*** THE INPUT ***

//! Answer selection: the learned selector against open data (WikiQA,
//! SQuAD v1.1), the answer-or-decline decision and the relevance check on
//! the demo release, and sentence vectors stored at ingest.

use crate::support::{HashEmbedder, figure, shared_data, slow_enabled};
use onrecord::answer::{AskPlan, ask_with};
use onrecord::draft::Extractive;
use onrecord::embed::Embedder;
use onrecord::retrieve::Index;
use onrecord::select::SelectorWeights;
use onrecord::types::Filters;
use onrecord::verify::RulesJudge;
use std::sync::Arc;

fn plan<'a>(filters: &'a Filters, drafter: &'a Extractive, judge: &'a RulesJudge) -> AskPlan<'a> {
    AskPlan {
        filters,
        k: 10,
        drafter,
        drafter_settings: serde_json::Value::Null,
        judge,
        fallback: None,
        rewrite: None,
        selector: None,
    }
}

/// WikiQA test split (Yang, Yih and Meek 2015, "WikiQA: A Challenge
/// Dataset for Open-Domain Question Answering", EMNLP; the split
/// ../shared/data/README.md reserves for reporting), through the command a
/// user runs. Answer selection over the 243 questions that have an
/// answering sentence must beat the paper's best published system, CNN-Cnt
/// (MAP 0.652, MRR 0.665; the issue asks for 0.70 and 0.71), and answer
/// triggering over all 633 questions must reach F1 0.40 (the paper's best
/// is about 0.32, from memory of its Table 5, as wikiqa/PROVENANCE.txt
/// notes). Measured with the bundled weights: MAP 0.752, MRR 0.767,
/// triggering F1 0.411; words only MAP 0.644.
#[test]
fn wikiqa_test_selection_and_triggering_beat_the_published_figures() {
    if !slow_enabled("wikiqa_test_selection_and_triggering_beat_the_published_figures") {
        return;
    }
    let Some(dir) = shared_data("wikiqa") else {
        return;
    };
    let Some(_) = crate::support::model() else {
        return;
    };
    let out = std::process::Command::new(env!("CARGO_BIN_EXE_onrecord"))
        .args(["eval", "answers", "--wikiqa"])
        .arg(&dir)
        .args(["--split", "test", "--json"])
        .output()
        .unwrap();
    assert!(
        out.status.success(),
        "{}",
        String::from_utf8_lossy(&out.stderr)
    );
    let v: serde_json::Value = serde_json::from_slice(&out.stdout).unwrap();
    figure(&format!("WikiQA test (semantic selector): {v}"));
    let f = |k: &str| v[k].as_f64().unwrap_or_else(|| panic!("no {k} in {v}"));
    assert_eq!(v["model"], "semantic-v1");
    assert_eq!(
        (v["questions"].as_u64(), v["with_answer"].as_u64()),
        (Some(633), Some(243))
    );
    assert!(f("map") >= 0.70 && f("mrr") >= 0.71, "{v:#}");
    assert!(f("trigger_f1") >= 0.40, "{v:#}");
    // F1 is the harmonic mean of the two rates reported beside it.
    let (p, r) = (f("trigger_precision"), f("trigger_recall"));
    assert!((f("trigger_f1") - 2.0 * p * r / (p + r)).abs() < 1e-9);
    // Words only (no embedding model): still above the paper's word-count
    // baselines (MAP 0.489 and 0.510, from memory of its Table 3).
    let w = &v["words_only"];
    assert!(w["map"].as_f64().unwrap() >= 0.60, "{w:#}");
}

/// The built-in words-only weights are what `onrecord train selector`
/// makes: retrained here from WikiQA train and dev and SQuAD v1.1 articles
/// 1-24 (Rajpurkar et al. 2016), they must come out the same to within 0.01
/// (the fit is deterministic; BM25 can order tied passages differently
/// from one index build to the next, which moves the last digits). The
/// semantic model is left out: it needs 25,000 WikiQA sentences embedded.
#[test]
fn the_bundled_words_only_selector_is_what_training_makes() {
    use onrecord::eval::selection::{SQUAD_CAP, read_wikiqa, squad_retrieval, train_model};
    if !slow_enabled("the_bundled_words_only_selector_is_what_training_makes") {
        return;
    }
    let (Some(wikiqa), Some(squad)) = (shared_data("wikiqa"), shared_data("squad-v1.1")) else {
        return;
    };
    let mut tuning = read_wikiqa(&wikiqa.join("WikiQA-train.tsv")).unwrap();
    tuning.extend(read_wikiqa(&wikiqa.join("WikiQA-dev.tsv")).unwrap());
    let work = tempfile::tempdir().unwrap();
    let rows = squad_retrieval(
        &squad.join("dev-v1.1.json"),
        1..=24,
        SQUAD_CAP,
        None,
        work.path(),
        false,
    )
    .unwrap();
    let m = train_model(onrecord::select::FeatureSet::Lexical, &tuning, &rows, None);
    let bundled = SelectorWeights::bundled().lexical;
    let close = |a: &[f32], b: &[f32]| {
        a.len() == b.len() && a.iter().zip(b).all(|(x, y)| (x - y).abs() < 1e-2)
    };
    assert!(
        close(&m.weights, &bundled.weights),
        "{:?}\nvs bundled {:?}",
        m.weights,
        bundled.weights
    );
    assert!(
        close(&m.trigger, &bundled.trigger),
        "{:?}\nvs bundled {:?}",
        m.trigger,
        bundled.trigger
    );
    assert!((m.threshold - bundled.threshold).abs() <= 0.01 + 1e-6);
    figure(&format!("selector retrained (words only): {}", m.figures));
}

/// A question the demo's records come close to but do not answer: the
/// board's motion to fund a reopening celebration was defeated
/// (paha-minutes-2024-05-board, page 2). The motion is supported by its
/// quote, but it is not what the celebration cost: it must be set aside
/// with its reason, never given as the answer.
#[test]
fn a_defeated_motion_is_set_aside_not_given_as_an_answer_issue_20() {
    let index = Index::open(crate::support::demo_index()).unwrap();
    let (f, d, j) = (
        Filters::default(),
        Extractive::default(),
        RulesJudge::default(),
    );
    let q =
        "How much did the June 2024 public celebration of the terminal's reopening end up costing?";
    let a = ask_with(&index, q, plan(&f, &d, &j)).unwrap();
    assert!(
        a.supported().all(|s| !s.text.contains("celebration")),
        "{:#?}",
        a.sentences
    );
    let motion = a
        .off_question
        .iter()
        .find(|s| s.text.contains("public celebration") && s.text.starts_with("Moved by"))
        .unwrap_or_else(|| panic!("the motion is not listed apart: {:#?}", a.off_question));
    assert!(
        motion
            .reason
            .as_deref()
            .unwrap()
            .contains("motion that was defeated"),
        "{motion:#?}"
    );
    // It is listed with a located quote, like any verified sentence.
    let c = &motion.citations[0];
    assert_eq!(
        (c.doc_id.0.as_str(), c.page),
        ("paha-minutes-2024-05-board", 2)
    );
    let (page, _) = index.store.page(&c.doc_id, c.page).unwrap().unwrap();
    assert!(onrecord::text::fold_ws(&page).contains(&c.quote));
    if a.abstained {
        assert!(
            a.abstain_reason
                .as_deref()
                .unwrap()
                .contains("do not answer"),
            "{:?}",
            a.abstain_reason
        );
    }
}

/// A declined answer says which test failed, with figures that are the
/// record's own, and lists the closest sentences with their pages, each
/// quote found on its page.
#[test]
fn a_decline_lists_the_closest_sentences_with_a_true_reason() {
    let index = Index::open(crate::support::demo_index()).unwrap();
    let (f, d, j) = (
        Filters::default(),
        Extractive::default(),
        RulesJudge::default(),
    );
    // Demo question b23: the records never count the first sailing's passengers.
    let q = "How many passengers travelled on the first sailing from the reopened Aubrel Bay Ferry Terminal on 22 April 2024?";
    let a = ask_with(&index, q, plan(&f, &d, &j)).unwrap();
    assert!(a.abstained, "{:#?}", a.sentences);
    let sel = a.selection.as_ref().unwrap();
    assert_eq!(sel.model, "lexical-v1");
    assert!(sel.answer_probability < sel.threshold, "{sel:?}");
    let reason = a.abstain_reason.as_deref().unwrap();
    // The figures in the reason are the record's own.
    let pct = |p: f32| format!("{:.0}%", p * 100.0);
    assert!(
        reason.contains(&pct(sel.threshold)) && reason.contains(&pct(sel.answer_probability)),
        "{reason} / {sel:?}"
    );
    assert!(!a.closest.is_empty() && a.closest.len() <= onrecord::answer::MAX_CLOSEST);
    for c in &a.closest {
        assert!(c.probability < sel.threshold, "{c:#?}");
        let cit = &c.citations[0];
        let (page, _) = index.store.page(&cit.doc_id, cit.page).unwrap().unwrap();
        assert!(
            onrecord::text::fold_ws(&page).contains(&cit.quote),
            "{cit:#?}"
        );
    }
}

/// Sentence vectors are stored at ingest, once: a second update embeds
/// none, and answering then embeds only the question.
#[test]
fn sentence_vectors_are_stored_at_ingest_and_read_when_answering() {
    let dir = tempfile::tempdir().unwrap();
    let docs = dir.path().join("docs");
    crate::support::write(
        &docs,
        "memo.txt",
        "The harbour board approved the dredging amendment on 4 March 2020.\n\n\
         The amendment raised the contract price by $1,120,000.\n\n\
         Work resumed in the spring, after the ice had cleared from the berth.",
    );
    crate::support::write(
        &docs,
        "letter.txt",
        "The contractor asked for more time because the ice stayed late.\n\n\
         The Ministry agreed to extend the completion date by six weeks.",
    );
    let idx = dir.path().join("index");
    crate::support::ingest(&idx, &[docs]);
    let e = Arc::new(HashEmbedder::new());
    let (report, _) = onrecord::vectors::update(&idx, e.as_ref(), false).unwrap();
    assert!(report.sentences_embedded >= 5, "{report:?}");
    let store = onrecord::store::Store::open(&idx).unwrap();
    assert_eq!(
        store.sentences_embedded_through(e.id()).unwrap(),
        store.last_chunk_id().unwrap()
    );
    drop(store);
    let (again, _) = onrecord::vectors::update(&idx, e.as_ref(), false).unwrap();
    assert_eq!((again.embedded, again.sentences_embedded), (0, 0));
    let index =
        Index::open_with(&idx, Some(e.clone() as Arc<dyn onrecord::embed::Embedder>)).unwrap();
    let before = e.embedded();
    let (f, d, j) = (
        Filters::default(),
        Extractive::default(),
        RulesJudge::default(),
    );
    let a = ask_with(
        &index,
        "By how much did the amendment raise the price?",
        plan(&f, &d, &j),
    )
    .unwrap();
    assert_eq!(a.selection.as_ref().unwrap().model, "semantic-v1");
    // The question alone was embedded: every sentence and title vector came from the store.
    assert_eq!(e.embedded() - before, 1);
    assert!(
        a.supported().any(|s| s.text.contains("$1,120,000")),
        "{a:#?}"
    );
}

/// An invented two-record release (the Vell Quay ramp): a memo whose
/// header names the minister, whose body withholds the supplier's name
/// and states the steel price only as a total, and board minutes.
fn vell_quay() -> (tempfile::TempDir, Index) {
    let tmp = tempfile::tempdir().unwrap();
    let memo = crate::support::write(
        tmp.path(),
        "docs/memo-hpu.txt",
        "Memo: hydraulic power unit for the Vell Quay ramp\n\n\
         To:      Hon. Ysolde Marchbank, Minister of Harbours\n\
         From:    Corin Ashdale, Deputy Minister\n\
         Date:    14 June 2023\n\n\
         The contractor reported that its hydraulic supplier, [REDACTED - s. 21(1)], told it that \
         the pump skid of the hydraulic power unit failed its factory test on 2 June 2023.\n\
         The hydraulic power unit will now be delivered in late September 2023.\n\
         The fabricator's price for the structural steel of the new ramp was $4.2 million.\n\
         Steel prices have risen by 18 per cent since the contract was signed.\n",
    );
    let minutes = crate::support::write(
        tmp.path(),
        "docs/minutes.txt",
        "Minutes of the Vell Quay board, 3 July 2023\n\n\
         The board discussed the late delivery of the ramp equipment.\n\
         The chief executive said the ramp would open to vehicles in the autumn.\n\
         Director Pellow asked whether the supplier would pay for the delay.\n",
    );
    let idx = tmp.path().join("idx");
    let (report, diags) = crate::support::ingest(&idx, &[memo, minutes]);
    assert_eq!(report.ingested, 2, "{diags:?}");
    let index = Index::open(&idx).unwrap();
    (tmp, index)
}

/// A name that the release withholds is not an answer: the sentence is
/// listed apart, saying the answer was redacted (what a reporter may
/// challenge). A rate asked for ("per tonne") is not answered by a total.
/// A name that records give only in a header field ("To: Hon. …,
/// Minister of …") is found there and quoted as it stands.
#[test]
fn withheld_names_totals_for_rates_and_header_fields_issue_20() {
    let (_tmp, index) = vell_quay();
    let (f, d, j) = (
        Filters::default(),
        Extractive::default(),
        RulesJudge::default(),
    );
    let ask = |q: &str| ask_with(&index, q, plan(&f, &d, &j)).unwrap();

    let a = ask("Which company made the hydraulic power unit that failed its factory test?");
    assert!(
        a.supported().all(|s| !s.text.contains("REDACTED")),
        "{:#?}",
        a.sentences
    );
    let withheld = a
        .off_question
        .iter()
        .find(|s| s.text.contains("[REDACTED"))
        .unwrap_or_else(|| panic!("the redacted sentence is not listed apart: {a:#?}"));
    assert!(
        withheld.reason.as_deref().unwrap().contains("redacted"),
        "{withheld:#?}"
    );

    let a = ask("What price per tonne did the fabricator charge for the structural steel?");
    assert!(a.supported().all(|s| !s.text.contains("$4.2 million")));
    assert!(
        a.off_question
            .iter()
            .any(|s| s.text.contains("$4.2 million")
                && s.reason.as_deref().unwrap().contains("per tonne")),
        "{:#?}",
        a.off_question
    );

    let a = ask("Who was the harbours minister when the hydraulic unit failed?");
    assert!(!a.abstained, "{:?}", a.abstain_reason);
    let first = a.supported().next().unwrap();
    assert_eq!(
        first.text,
        "To: Hon. Ysolde Marchbank, Minister of Harbours"
    );
    let c = &first.citations[0];
    let (page, _) = index.store.page(&c.doc_id, c.page).unwrap().unwrap();
    assert!(onrecord::text::fold_ws(&page).contains(&c.quote), "{c:#?}");
    // The document's title line is not a statement.
    assert!(a.supported().all(|s| !s.text.starts_with("Memo:")));
}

***

From the data above, return every line from the line that has "fn vell_quay() ->" up to and including the line that has "Minister of Harbours\n\", exactly.

fn vell_quay() -> (tempfile::TempDir, Index) {
    let tmp = tempfile::tempdir().unwrap();
    let memo = crate::support::write(
        tmp.path(),
        "docs/memo-hpu.txt",
        "Memo: hydraulic power unit for the Vell Quay ramp\n\n\
         To:      Hon. Ysolde Marchbank, Minister of Harbours\n\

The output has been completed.